赵怀礼差点一口老血喷出来。
“世子爷啊!”
“这苟富贵,是国子监出了名的老油条。”
“考了三十年都没中举,天天在青楼混吃混喝!”
“那郝建,是个落魄讼棍。”
“天天在京兆府门口帮人吵架,毫无品行可言!”
“还有这个史珍香……”
赵怀礼咽了口唾沫,一脸便秘的表情。
“他是个杀猪的啊!”
“您让他去当县令?他连大字都不识一筐啊!”
赵怀礼觉得自己的世界观崩塌了。
他以为陈炎要安插心腹干將。
结果陈炎给他塞了一堆极品人渣!
这要是放出京城,那不是祸害百姓吗?
陈炎却老神在在地坐回了椅子上,翘起二郎腿。
“赵大人,这你就不懂了吧?”
“南方那些州府,早就被世家大族和当地豪强把持得铁桶一般。”
“你派几个清正廉明的好官过去,你觉得他们能活过三天吗?”
赵怀礼愣住了。
南方的情况他当然知道,那些地方官商勾结,水深得很。
前几年派去的几个清官,不是落水淹死,就是暴病而亡,活到现在的,也都跟地方同流合污,狼狈为奸了。
“所以啊!”
陈炎嘿嘿一笑,眼中闪过一丝狡黠的光芒。
“我们要想对付流氓,就得用比他们更流氓的人!”
“这就叫以毒攻毒。”
“苟富贵虽然没中举,但他精通各种钻营之道,最会和稀泥。”
“郝建这孙子嘴皮子利索,他能把黑的说成白的,专门噁心那些乡绅土豪。”
“至於史珍香嘛……”
陈炎嘿嘿一笑,“你別看他书没读过几本,但是他杀猪是一绝,这白刀子进红刀子出的胆量,对付那些恶霸正合適。”

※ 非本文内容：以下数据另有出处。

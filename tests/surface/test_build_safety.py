"""A hostile library source: special files and links leading out are never read, a huge module is
not parsed, and each is named among the surface's problems (the scan goes on).

The library here is invented test data in the demo's scenario (the fictional heronframe).
"""

from __future__ import annotations

import os
import threading
from pathlib import Path

import pytest

from impactscope.surface import build_surface
from impactscope.surface.build import MODULE_BYTES


def _library(root: Path) -> Path:
    package = root / "heronframe"
    package.mkdir(parents=True)
    (package / "__init__.py").write_text("from heronframe.core import Table\n")
    (package / "core.py").write_text("class Table:\n    def stack_rows(self):\n        pass\n")
    return package


@pytest.mark.skipif(not hasattr(os, "mkfifo"), reason="needs FIFOs")
def test_a_fifo_named_like_a_module_is_never_opened(tmp_path: Path) -> None:
    package = _library(tmp_path)
    os.mkfifo(package / "pipe.py")
    result: list[object] = []
    worker = threading.Thread(target=lambda: result.append(build_surface(package, "heronframe")), daemon=True)
    worker.start()
    worker.join(20)
    assert not worker.is_alive(), "building the surface blocked on a FIFO"
    surface = result[0]
    assert surface.is_class("heronframe.Table")  # type: ignore[attr-defined]
    assert any("pipe.py" in p.path for p in surface.problems)  # type: ignore[attr-defined]


def test_links_leading_out_of_the_source_are_not_followed(tmp_path: Path) -> None:
    package = _library(tmp_path / "lib")
    outside = tmp_path / "elsewhere"
    (outside / "secret").mkdir(parents=True)
    (outside / "secret" / "__init__.py").write_text("class Leaked:\n    pass\n")
    (outside / "leak.py").write_text("class AlsoLeaked:\n    pass\n")
    os.symlink(outside / "secret", package / "secret")
    os.symlink(outside / "leak.py", package / "leak.py")
    surface = build_surface(package, "heronframe")
    names = set(surface.members)
    assert not any("Leaked" in n for n in names), names
    assert any("leak.py" in p.path and "outside" in p.message for p in surface.problems)


def test_a_module_past_the_size_bound_is_a_problem_not_a_parse(tmp_path: Path) -> None:
    package = _library(tmp_path)
    (package / "generated.py").write_text("x = 1\n" * (MODULE_BYTES // 6 + 10))
    surface = build_surface(package, "heronframe")
    assert any("generated.py" in p.path and "too large" in p.message for p in surface.problems)
    assert surface.is_class("heronframe.Table")


def test_a_link_inside_the_source_is_read(tmp_path: Path) -> None:
    package = _library(tmp_path)
    (package / "_impl.py").write_text("def stack():\n    pass\n")
    os.symlink(package / "_impl.py", package / "ops.py")
    surface = build_surface(package, "heronframe")
    assert "heronframe.ops.stack" in surface.members
    assert not surface.problems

赵怀礼有些为难的说道:“世子,可他们去上任,当地的百姓……”
陈炎打断了他的话,解释道:“赵大哥,我要的不是去南方造福一方的好官。”
“我要的是一群能把南方那潭死水,搅得天翻地覆的疯狗。”
“南方不流血,百姓永远都是生活在水深火热之中。”
赵怀礼听完,倒吸了一口凉气。
这思路,简直是倒反天罡!
但仔细一想,竟然觉得……好特么有道理啊。
恶人自有恶人磨,把这帮刺头扔过去,南方那些世家绝对要头疼死。
“高,世子爷实在是高。”
赵怀礼擦了擦额头的冷汗,彻底服了。